Summary and Conclusion

As stated earlier, insight often begins with bad news. Our emotional problems provide a very useful door into mindful awareness; an ever deepening opportunity to meet the moment of experience and to discover new truths. One of the basic advantages of focusing on problems in the ways described in this chapter is that it develops the capacity for self-reflection. Especially when practiced in conjunction with mindfulness meditation, states of self-reflective awareness deepen and consolidate.

As I have come to think of it, the basic psychological “move” in the process of inquiry is an experiential frame of “?”. “?” is part of the basic grammar of the life of the mind. The difficulties and predicaments of life are natural invitations to inquiry and investigation. Inquiring deeply neither denies nor reifies the self of everyday life, instead engaging exploration of its process.

The fundamental difference between Buddhist-informed therapy and meditation is the importance placed on narrative meaning. In the framework of meditation, engaging with the narratives in the mind can tend to obscure the background field of awareness from which all experience emerges (Siff, 2014).25 In contrast, in the framework of sustained psychotherapeutic inquiry, narratives are not distractions but rather appropriate stepping stones on the path of awareness.
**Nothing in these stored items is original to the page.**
import (
	"bytes"
	"context"
	"fmt"
	"math/rand/v2"
	"path/filepath"
	"slices"
	"strings"
	"testing"

	"github.com/apache/arrow-go/v18/arrow"
	"github.com/apache/arrow-go/v18/arrow/array"
	"github.com/apache/arrow-go/v18/arrow/bitutil"
	"github.com/apache/arrow-go/v18/parquet"
	"github.com/apache/arrow-go/v18/parquet/file"
	"github.com/apache/arrow-go/v18/parquet/pqarrow"
)

// flatFixture is a table of every flat column type, required and optional,
// with nulls, empty and repeated strings, and n rows drawn from a seeded
// source.
func flatFixture(n int) fixture {
	opt := func(name string, t arrow.DataType) arrow.Field {
		return arrow.Field{Name: name, Type: t, Nullable: true}
	}
	req := func(name string, t arrow.DataType) arrow.Field { return arrow.Field{Name: name, Type: t} }
	return fixture{
		fields: []arrow.Field{
			opt("i32", arrow.PrimitiveTypes.Int32), req("i64", arrow.PrimitiveTypes.Int64),
			opt("f32", arrow.PrimitiveTypes.Float32), req("f64", arrow.PrimitiveTypes.Float64),
			opt("f64n", arrow.PrimitiveTypes.Float64), opt("b", arrow.FixedWidthTypes.Boolean),
			req("breq", arrow.FixedWidthTypes.Boolean), opt("s", arrow.BinaryTypes.String),
			req("sreq", arrow.BinaryTypes.String), opt("bin", arrow.BinaryTypes.Binary),
			opt("ts", arrow.FixedWidthTypes.Timestamp_us), opt("ms", arrow.FixedWidthTypes.Timestamp_ms),
			opt("d", arrow.FixedWidthTypes.Date32),
		},
		rows: func(b *array.RecordBuilder) {
			rng := rand.New(rand.NewPCG(3, 5))
			null := func(f array.Builder, p int) bool {
				if rng.IntN(100) < p {
					f.AppendNull()
					return true
				}
				return false
			}
			words := []string{"", "a", "queen", "a much longer piece of text than the others", "ü"}
			for i := range n {
				if !null(b.Field(0), 10) {
					b.Field(0).(*array.Int32Builder).Append(int32(rng.IntN(1000) - 500))
				}
				b.Field(1).(*array.Int64Builder).Append(int64(i) * 7919)
				if !null(b.Field(2), 30) {
					b.Field(2).(*array.Float32Builder).Append(rng.Float32())
				}
				b.Field(3).(*array.Float64Builder).Append(rng.NormFloat64())
				if !null(b.Field(4), 97) {
					b.Field(4).(*array.Float64Builder).Append(float64(rng.IntN(3)))
				}
				if !null(b.Field(5), 20) {
					b.Field(5).(*array.BooleanBuilder).Append(rng.IntN(2) == 0)
				}
				b.Field(6).(*array.BooleanBuilder).Append(i%3 == 0)
				if !null(b.Field(7), 15) {
					b.Field(7).(*array.StringBuilder).Append(words[rng.IntN(len(words))])
				}
				b.Field(8).(*array.StringBuilder).Append(fmt.Sprintf("row %d", i))
				if !null(b.Field(9), 50) {
					b.Field(9).(*array.BinaryBuilder).Append([]byte{byte(i), 0, byte(i >> 8)})
				}
				if !null(b.Field(10), 5) {
					b.Field(10).(*array.TimestampBuilder).Append(arrow.Timestamp(1_700_000_000_000_000 + int64(i)*1_000_003))
				}
				if !null(b.Field(11), 5) {
					b.Field(11).(*array.TimestampBuilder).Append(arrow.Timestamp(-int64(i) * 1009))
				}
				if !null(b.Field(12), 5) {
					b.Field(12).(*array.Date32Builder).Append(arrow.Date32(19000 + i%400))
				}
			}
		},
	}
}

// TestFlatColumn reads each column of files written with several layouts
// (row groups, page sizes, dictionary or plain encoding) with flatColumn in
// batches of several sizes, and checks every batch against the same rows
// as pqarrow reads them.
func TestFlatColumn(t *testing.T) {
	const rows = 3000
	fx := flatFixture(rows)
	rec := fx.record(t)
	defer rec.Release()
	layouts := []struct {
		name  string
		props []parquet.WriterProperty
	}{
		{"one group", nil},
		{"groups of 777, small pages", []parquet.WriterProperty{parquet.WithMaxRowGroupLength(777), parquet.WithDataPageSize(512)}},
		{"plain, groups of 1000", []parquet.WriterProperty{parquet.WithMaxRowGroupLength(1000), parquet.WithDictionaryDefault(false)}},
		{"data page v2", []parquet.WriterProperty{parquet.WithMaxRowGroupLength(1200), parquet.WithDataPageVersion(parquet.DataPageV2), parquet.WithDataPageSize(2048)}},
	}
	for _, lay := range layouts {
		path := filepath.Join(t.TempDir(), "flat.parquet")
		writeRecord(t, path, rec, parquet.NewWriterProperties(lay.props...), pqarrow.DefaultWriterProps())
		for _, batch := range []int{rows, 1000, 333, 1} {
			t.Run(fmt.Sprintf("%s/batch=%d", lay.name, batch), func(t *testing.T) {
				checkFlat(t, path, rec, batch)
			})
		}
	}
}
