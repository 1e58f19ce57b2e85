// Package refdata writes the reference data of the speed benchmarks
// (issue 7; bench/run.sh, cmd gen, and the engine's whole-run benchmarks):
// a deterministic table of 12 mixed columns, as Parquet (Snappy,
// row groups of at most 1,000,000 rows) or CSV. The same -rows and -seed
// give the same values in both formats: every number is rounded to a few
// decimals before it is written, so CSV text reads back to the exact
// float64 the Parquet file holds.
//
// Columns, with the relationships the reference policy checks:
//
//	id            integer, 1..n (planted rows repeat the previous id)
//	ts            timestamp, one second apart from 2026-01-01T00:00:00Z
//	site          string, one of six names (planted: "atlantis")
//	device        string, "D-" and four digits (planted: "D-??")
//	temp_c        number, normal(18, 6) (planted: 95)
//	humidity_pct  number, 80 - 1.2 temp_c + normal(0, 4) (planted: 140)
//	pressure_hpa  number, 1013 - 0.1 (humidity_pct - 58) + normal(0, 6) (planted: null)
//	load_kwh      number, lognormal(meanlog 1.2, sdlog 0.4)
//	wait_s        number, gamma(shape 2, scale 3)
//	cost_eur      number, 0.3 load_kwh + |normal(0, 0.05)| (planted: -2)
//	items         integer, Poisson(4)
//	ok            boolean, true 97% of the time
//
// A planted bad row is every row whose index i satisfies i % 100003 == 77;
// it breaks several rules at once (range, enum, pattern, key, expressions,
// residuals, joint, extremes) so that each has rows to find.
package refdata

import (
	"bufio"
	"fmt"
	"math"
	"math/rand/v2"
	"os"
	"strconv"
	"time"

	"github.com/apache/arrow-go/v18/arrow"
	"github.com/apache/arrow-go/v18/arrow/array"
	"github.com/apache/arrow-go/v18/arrow/memory"
	"github.com/apache/arrow-go/v18/parquet"
	"github.com/apache/arrow-go/v18/parquet/compress"
	"github.com/apache/arrow-go/v18/parquet/pqarrow"
)

// plantEvery and plantAt place the planted bad rows.
const (
	plantEvery = 100003
	plantAt    = 77
	groupRows  = 1_000_000
)

var sites = []string{"north", "south", "east", "west", "lab", "depot"}

// row is one generated row; pressureNull marks a missing pressure.
type row struct {
	id                                         int64
	ts                                         int64 // microseconds since the Unix epoch
	site, device                               string
	temp, humidity, pressure, load, wait, cost float64
	pressureNull                               bool
	items                                      int64
	ok                                         bool
}

// generator draws rows in order from one seeded PCG stream.
type generator struct {
	r    *rand.Rand
	i    int64
	base int64
}

func newGenerator(seed uint64) *generator {
	start := time.Date(2026, 1, 1, 0, 0, 0, 0, time.UTC)
	return &generator{r: rand.New(rand.NewPCG(seed, 0x5eed)), base: start.UnixMicro()}
}

// round rounds v to d decimals.
func round(v float64, d int) float64 {
	p := math.Pow(10, float64(d))
	return math.Round(v*p) / p
}

// poisson draws a Poisson(lambda) count by Knuth's multiplication method
// (Knuth, TAOCP vol. 2, 3.4.1), fine for small lambda.
func (g *generator) poisson(lambda float64) int64 {
	l, k, p := math.Exp(-lambda), int64(0), 1.0
	for {
		p *= g.r.Float64()
		if p <= l {
			return k
		}
		k++
	}
}

// next draws the next row.
func (g *generator) next() row {
	i := g.i
	g.i++
	r := g.r
	temp := 18 + 6*r.NormFloat64()
	hum := 80 - 1.2*temp + 4*r.NormFloat64()
	press := 1013 - 0.1*(hum-58) + 6*r.NormFloat64()
	load := math.Exp(1.2 + 0.4*r.NormFloat64())
	// gamma with integer shape 2 is the sum of two exponentials
	wait := 3 * (r.ExpFloat64() + r.ExpFloat64())
	cost := 0.3*load + math.Abs(0.05*r.NormFloat64())
	x := row{
		id:       i + 1,
		ts:       g.base + i*1_000_000,
		site:     sites[r.IntN(len(sites))],
		device:   "D-" + fmt.Sprintf("%04d", r.IntN(10000)),
		temp:     round(temp, 3),
		humidity: round(hum, 3),
		pressure: round(press, 2),
		load:     round(load, 4),
		wait:     round(wait, 3),
		cost:     round(cost, 4),
		items:    g.poisson(4),
		ok:       r.Float64() < 0.97,
	}
	if i%plantEvery == plantAt {
		x.id = i // repeats the previous row's id
		x.site = "atlantis"
		x.device = "D-??"
		x.temp = 95
		x.humidity = 140
		x.pressureNull = true
		x.cost = -2
	}
	return x
}

var header = []string{"id", "ts", "site", "device", "temp_c", "humidity_pct", "pressure_hpa", "load_kwh", "wait_s", "cost_eur", "items", "ok"}

// WriteCSV writes n rows as CSV with a header line; no cell needs quoting.
func WriteCSV(path string, n int64, seed uint64) error {
	f, err := os.Create(path)
	if err != nil {
		return fmt.Errorf("create %s: %w", path, err)
	}
	w := bufio.NewWriterSize(f, 1<<20)
	for j, h := range header {
		if j > 0 {
			w.WriteByte(',')
		}
		w.WriteString(h)
	}
	w.WriteByte('\n')
	g := newGenerator(seed)
	var buf []byte
	num := func(v float64) { buf = strconv.AppendFloat(buf, v, 'f', -1, 64); buf = append(buf, ',') }
	for range n {
		x := g.next()
		buf = buf[:0]
		buf = strconv.AppendInt(buf, x.id, 10)
		buf = append(buf, ',')
		buf = time.UnixMicro(x.ts).UTC().AppendFormat(buf, time.RFC3339)
		buf = append(buf, ',')
		buf = append(buf, x.site...)
		buf = append(buf, ',')
		buf = append(buf, x.device...)
		buf = append(buf, ',')
		num(x.temp)
		num(x.humidity)
		if x.pressureNull {
			buf = append(buf, ',')
		} else {
			num(x.pressure)
		}
		num(x.load)
		num(x.wait)
		num(x.cost)
		buf = strconv.AppendInt(buf, x.items, 10)
		buf = append(buf, ',')
		buf = strconv.AppendBool(buf, x.ok)
		buf = append(buf, '\n')
		if _, err := w.Write(buf); err != nil {
			f.Close()
			return fmt.Errorf("write %s: %w", path, err)
		}
	}
	if err := w.Flush(); err != nil {
		f.Close()
		return fmt.Errorf("write %s: %w", path, err)
	}
	return f.Close()
}

// WriteParquet writes n rows as Parquet, Snappy-compressed, one row group
// per record of at most groupRows rows.
func WriteParquet(path string, n int64, seed uint64) error {
	ts := &arrow.TimestampType{Unit: arrow.Microsecond, TimeZone: "UTC"}
	fields := []arrow.Field{
		{Name: "id", Type: arrow.PrimitiveTypes.Int64},
		{Name: "ts", Type: ts},
		{Name: "site", Type: arrow.BinaryTypes.String},
		{Name: "device", Type: arrow.BinaryTypes.String},
		{Name: "temp_c", Type: arrow.PrimitiveTypes.Float64},
		{Name: "humidity_pct", Type: arrow.PrimitiveTypes.Float64},
		{Name: "pressure_hpa", Type: arrow.PrimitiveTypes.Float64, Nullable: true},
		{Name: "load_kwh", Type: arrow.PrimitiveTypes.Float64},
		{Name: "wait_s", Type: arrow.PrimitiveTypes.Float64},
		{Name: "cost_eur", Type: arrow.PrimitiveTypes.Float64},
		{Name: "items", Type: arrow.PrimitiveTypes.Int64},
		{Name: "ok", Type: arrow.FixedWidthTypes.Boolean},
	}
	schema := arrow.NewSchema(fields, nil)
	f, err := os.Create(path)
	if err != nil {
		return fmt.Errorf("create %s: %w", path, err)
	}
	props := parquet.NewWriterProperties(parquet.WithCompression(compress.Codecs.Snappy), parquet.WithMaxRowGroupLength(groupRows))
	w, err := pqarrow.NewFileWriter(schema, f, props, pqarrow.DefaultWriterProps())
	if err != nil {
		f.Close()
		return fmt.Errorf("parquet writer %s: %w", path, err)
	}
	g := newGenerator(seed)
	rb := array.NewRecordBuilder(memory.DefaultAllocator, schema)
	defer rb.Release()
	for done := int64(0); done < n; {
		m := min(n-done, groupRows)
		for range m {
			x := g.next()
			rb.Field(0).(*array.Int64Builder).Append(x.id)
			rb.Field(1).(*array.TimestampBuilder).Append(arrow.Timestamp(x.ts))
			rb.Field(2).(*array.StringBuilder).Append(x.site)
			rb.Field(3).(*array.StringBuilder).Append(x.device)
			rb.Field(4).(*array.Float64Builder).Append(x.temp)
			rb.Field(5).(*array.Float64Builder).Append(x.humidity)
			if x.pressureNull {
				rb.Field(6).AppendNull()
			} else {
				rb.Field(6).(*array.Float64Builder).Append(x.pressure)
			}
			rb.Field(7).(*array.Float64Builder).Append(x.load)
			rb.Field(8).(*array.Float64Builder).Append(x.wait)
			rb.Field(9).(*array.Float64Builder).Append(x.cost)
			rb.Field(10).(*array.Int64Builder).Append(x.items)
			rb.Field(11).(*array.BooleanBuilder).Append(x.ok)
		}
		rec := rb.NewRecordBatch()
		err := w.Write(rec)
		rec.Release()
		if err != nil {
			w.Close()
			return fmt.Errorf("write %s: %w", path, err)
		}
		done += m
	}
	if err := w.Close(); err != nil {
		return fmt.Errorf("close %s: %w", path, err)
	}
	return nil
}
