// append appends the bytes that identify row i's value: a tag for missing
// or present, then the value's bytes (a string with its length first, so
// that the keys of several columns cannot run into each other).
func (k *keyColumn) append(key []byte, i int) []byte {
	if !k.valid.at(i) {
		return append(key, 0)
	}
	key = append(key, 1)
	switch k.col.class {
	case classNumber:
		v := k.floats[i]
		if v == 0 {
			v = 0 // -0 and 0 are one group
		}
		return binary.LittleEndian.AppendUint64(key, math.Float64bits(v))
	case classBoolean:
		if k.bools.Value(i) {
			return append(key, 1)
		}
		return append(key, 0)
	case classString:
		s := k.texts.Value(i)
		key = binary.AppendUvarint(key, uint64(len(s)))
		return append(key, s...)
	}
	return binary.LittleEndian.AppendUint64(key, uint64(k.ints[i]))
}

// Merge folds other's groups into a's: the accumulators of groups with the
// same key merge, the others are adopted. Second passes carry the counts of
// the first, which they do not add up again.
func (a *SegmentAccumulator) Merge(other Accumulator) error {
	o := segmentOf(other)
	if o == nil || o.check != a.check || o.second != a.second {
		return errMerge(a.check.rule, a, other)
	}
	if !a.second {
		a.RowsRead += o.RowsRead
		a.Rows += o.Rows
	}
	for _, g := range o.groups {
		i, ok := a.index[g.id]
		if !ok && len(a.check.by) > 0 {
			a.index[g.id] = len(a.groups)
			a.groups = append(a.groups, g)
			continue
		}
		if len(a.check.by) == 0 {
			i = 0
		}
		mine := a.groups[i]
		if !a.second {
			mine.rows += g.rows
		}
		switch {
		case mine.acc != nil && g.acc != nil:
			if err := mine.acc.Merge(g.acc); err != nil {
				return err
			}
		case mine.acc == nil && g.acc == nil:
			// A group that needed no second pass: in the second pass
			// both sides share the merged first pass's accumulator.
			if a.second {
				break
			}
			if err := mine.final.Merge(g.final); err != nil {
				return err
			}
		default:
			return fmt.Errorf("rule %s: cannot merge a group's first pass with its second", a.check.rule.ID)
		}
	}
	if len(a.groups) > a.check.rule.Segment.Limit {
		return fmt.Errorf("more than %d groups of %s", a.check.rule.Segment.Limit, strings.Join(a.check.rule.Segment.By, ", "))
	}
	return nil
}

// SecondPass asks each group's accumulator for its second pass; it
// returns nil when none needs one.
func (a *SegmentAccumulator) SecondPass() Accumulator {
	next := &SegmentAccumulator{check: a.check, RowsRead: a.RowsRead, Rows: a.Rows, index: a.index, second: true}
	again := false
	var sample Accumulator
	for _, g := range a.groups {
		ng := &segGroup{id: g.id, key: g.key, rows: g.rows, final: g.final}
		if r, ok := g.acc.(Rescanner); ok {
			if p := r.SecondPass(); p != nil {
				ng.acc, ng.final = p, p
				again, sample = true, p
			}
		}
		next.groups = append(next.groups, ng)
	}
	if !again {
		return nil
	}
	return judging(next, sample)
}

// SegmentJudge is the accumulator of a segmented rule whose own
// accumulators judge rows one by one (see RowJudge): it hands each row to
// its group's accumulator to judge.
type SegmentJudge struct{ *SegmentAccumulator }

// Reject marks the rows that their groups count as offending. Rows the
// filter leaves out are not judged, so never rejected.
func (j SegmentJudge) Reject(b *source.Batch, bad []bool) error {
	return j.route(b, false, func(g *segGroup, part *source.Batch, rows []int) error {
		judge, ok := g.final.(RowJudge)
		if !ok {
			return nil
		}
		j.marks = slices.Grow(j.marks[:0], len(rows))[:len(rows)]
		clear(j.marks)
		if err := judge.Reject(part, j.marks); err != nil {
			return err
		}
		for k, r := range j.marks {
			if r {
				bad[rows[k]] = true
			}
		}
		return nil
	})
}
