func planOption(s SetUp) PlanOption {
	op := PlanOption{Device: s.Device, OxygenLpm: num(float64(s.Flow), 1, RoundUp), TotalLpm: num(float64(s.TotalFlow), 1, RoundNearest),
		FiO2Low: num(float64(s.FiO2.Low), 2, RoundDown), FiO2High: num(float64(s.FiO2.High), 2, RoundUp)}
	// Appended into one buffer, not by fmt or string by string: the Brief
	// computes the options on every keystroke, and this makes one string.
	var buf [128]byte
	b := append(buf[:0], "option: "...)
	b = append(b, s.Device...)
	b = append(b, " at "...)
	b = op.OxygenLpm.AppendText(b)
	b = append(b, " L/min oxygen"...)
	if s.TotalFlow != s.Flow {
		b = append(b, ", "...)
		b = op.TotalLpm.AppendText(b)
		b = append(b, " L/min total"...)
	}
	b = append(b, " (FiO2 "...)
	b = op.FiO2Low.AppendText(b)
	if op.FiO2High.Cmp(op.FiO2Low.Decimal) != 0 {
		b = append(b, '-')
		b = op.FiO2High.AppendText(b)
	}
	op.Label = string(append(b, ')'))
	return op
}

// limits: highest-leg FiO2, the altitude limits of FiO2 1.0, altitude warnings.
func (c *planComputer) limits() {
	r := c.res
	possible := true
	worst := 0
	for i, l := range r.Legs {
		if !l.FiO2Possible {
			possible = false
		}
		if l.FiO2Needed.Cmp(r.Legs[worst].FiO2Needed.Decimal) > 0 {
			worst = i
		}
	}
	r.FiO2Possible = possible
	r.FiO2Needed = r.Legs[worst].FiO2Needed
	worstFiO2, _ := r.Legs[worst].Explain.Get("fio2_needed")
	r.Explain.set("fio2_needed", worstFiO2)

	maxCabin, err := MaxAltitudeForFiO2(c.groundFiO2, c.groundPB, 1, c.ph2o)
	if err != nil && !errors.Is(err, ErrOutOfRange) {
		c.stepErr("highest altitude for FiO2 1.0", err)
		return
	}
	r.MaxCabinAltitudeFt = c.figure(r.Explain, "max_cabin_altitude_ft", maxCabin.Feet(), 0, RoundDown, "ft",
		"PB = PH2O + FiO2_ground·(PB_ground − PH2O)/1.0; H = H(PB)", srcInspired,
		in("FiO2 ground", float64(c.groundFiO2), ""), in("PB ground", c.groundPB.MmHg(), "mmHg"), in("PH2O", c.ph2o.MmHg(), "mmHg"))
	if c.res.Pressurised {
		cruise, err := MaxCruiseAltitude(maxCabin, c.dp)
		const cruiseFormula = "H_cruise = H(P(max cabin) − max differential)"
		formula := cruiseFormula
		if err != nil {
			if !errors.Is(err, ErrOutOfRange) {
				c.stepErr("highest cruise altitude", err)
				return
			}
			formula = cruiseFormula + "; limited by the model ceiling (20 000 m)"
			r.MaxCruiseAtCeiling = true
		}
		n := c.figure(r.Explain, "max_cruise_altitude_ft", cruise.Feet(), 0, RoundDown, "ft", formula, srcCabin,
			in("max cabin altitude", maxCabin.Feet(), "ft"), in("max differential", c.dp.Psi(), "psi"))
		r.MaxCruiseAltitudeFt = c.optional(n)
	}
	if !possible {
		msg := "FiO2 1.0 holds the ground state up to " + r.MaxCabinAltitudeFt.String() + " ft"
		if r.MaxCruiseAltitudeFt != nil {
			msg += " of cabin altitude, that is a cruise at or below " + r.MaxCruiseAltitudeFt.String() + " ft with this aircraft"
		}
		for _, l := range r.Legs {
			if !l.FiO2Possible && l.Where != WhereCabin {
				msg += "; the " + l.Where + " field (" + l.AltitudeFt.String() + " ft) is itself above that: no cabin setting helps there"
				break
			}
		}
		c.warn(WarnFiO2Unreachable, SeverityNoGo, -1, msg)
	}

	c.unplannedFields()
	c.cabinBelowFields()

	limitFt := CabinAltitudeLimit.Feet()
	cabinWarned, fieldWarned := false, map[string]bool{}
	for i, l := range r.Legs {
		if planCmpRounded(l.AltitudeFt, limitFt, 0, RoundNearest) <= 0 {
			continue
		}
		if l.Where == WhereCabin && !cabinWarned {
			cabinWarned = true
			c.warn(WarnCabinAbove8000Ft, SeverityCaution, i, "cabin altitude "+l.AltitudeFt.String()+" ft is above the 8000 ft limit of normal operation (14 CFR 25.841(a))")
		}
		if l.Where != WhereCabin && !fieldWarned[l.Where] {
			fieldWarned[l.Where] = true
			c.warn(WarnFieldAbove8000Ft, SeverityCaution, i, "the "+l.Where+" field at "+l.AltitudeFt.String()+" ft is above 8000 ft")
		}
	}
}

// unplannedFields warns when the origin or destination field has no leg of
// its own and lies above every planned leg: the patient is on the ground
// there, before the first leg or after the last, so the highest leg is not
// the highest exposure. The field where the ground state was measured is
// skipped (the ground FiO2 holds there by definition).
func (c *planComputer) unplannedFields() {
	r := c.res
	highest := c.perLeg[r.HighestLeg].alt
	for _, f := range []struct {
		where string
		alt   Altitude
	}{{WhereOrigin, c.origin}, {WhereDestination, c.destination}} {
		if f.where == r.Ground.MeasuredAt || !(f.alt > highest) {
			continue
		}
		planned := false
		for _, l := range c.doc.Legs {
			if l.Where == f.where {
				planned = true
			}
		}
		if planned {
			continue
		}
		pb := c.pressure(f.where+" field pressure", f.alt)
		if c.err != nil {
			return
		}
		need, err := FiO2ToMatch(c.groundFiO2, c.groundPB, pb, c.ph2o)
		if err != nil && !errors.Is(err, ErrImpossible) {
			c.stepErr(f.where+" field FiO2 needed", err)
			return
		}
		needed := num(float64(need), 2, RoundUp)
		ft := num(f.alt.Feet(), 0, RoundUp)
		field := "the " + f.where + " field (" + ft.String() + " ft) has no leg in the plan and is higher than every leg: FiO2 " + needed.String()
		if err != nil || needed.Cmp(planFiO2Pure) > 0 {
			r.FiO2Possible = false
			c.warn(WarnFiO2Unreachable, SeverityNoGo, -1, field+" would be needed there to hold the ground state; even FiO2 1.0 cannot")
			continue
		}
		c.warn(WarnFieldAboveLegs, SeverityCaution, -1, field+" is needed there to hold the ground state; add a "+f.where+" leg with its set-up")
	}
}

// cabinBelowFields cautions when the flight's cabin altitude (from the
// cruise, or a cabin altitude stated) lies below both
// fields. A flight between two fields can dip below both (down a valley),
// but a figure below both is more often a slip: a wrong digit, a sign,
// metres typed as feet. The FiO2 the flight legs need is computed at that
// altitude, so a slip there under-states it. The numbers are not changed:
// the crew checks the figure. A pressurised cabin is held at or above the
// origin, so it is below both only when the cruise itself is.
func (c *planComputer) cabinBelowFields() {
	if c.cabin == nil || !(*c.cabin < min(c.origin, c.destination)) {
		return
	}
	leg := -1
	for i, l := range c.doc.Legs {
		if l.Where == WhereCabin {
			leg = i
			break
		}
	}
	if leg < 0 {
		return // no flight leg: nothing is computed at the cabin altitude
	}
	what := "the cruise altitude and its unit"
	if c.doc.Route.CabinAltitudeFt != nil {
		what = "the stated cabin altitude and its unit"
	}
	cabin := num(c.cabin.Feet(), 0, RoundUp).String()
	c.warn(WarnCabinBelowFields, SeverityCaution, leg, "cabin altitude "+cabin+" ft is below both fields (origin "+
		num(c.origin.Feet(), 0, RoundUp).String()+" ft, destination "+num(c.destination.Feet(), 0, RoundUp).String()+
		" ft): check "+what+"; the flight legs are computed at "+cabin+" ft")
}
By exploring narratives, we develop awareness of the (unconscious) sources from which stories originate and proliferate. This allows the development of compassionate insight, which ultimately is the goal of both Buddhist meditation and psychotherapy.

We can meet our problems with mindful awareness and without preconception as to whether our inquiry about them is psychological, spiritual, neither, or both. In a Zen koan, Nonquan says to Zhaozhou, “the Way is not about knowing or not knowing. When you know something you are deluded, and when you don’t know you are empty-headed” (Tarrant, 2004, p. 49). In inquiring deeply, the “middle way”26 is the truth of our own experience.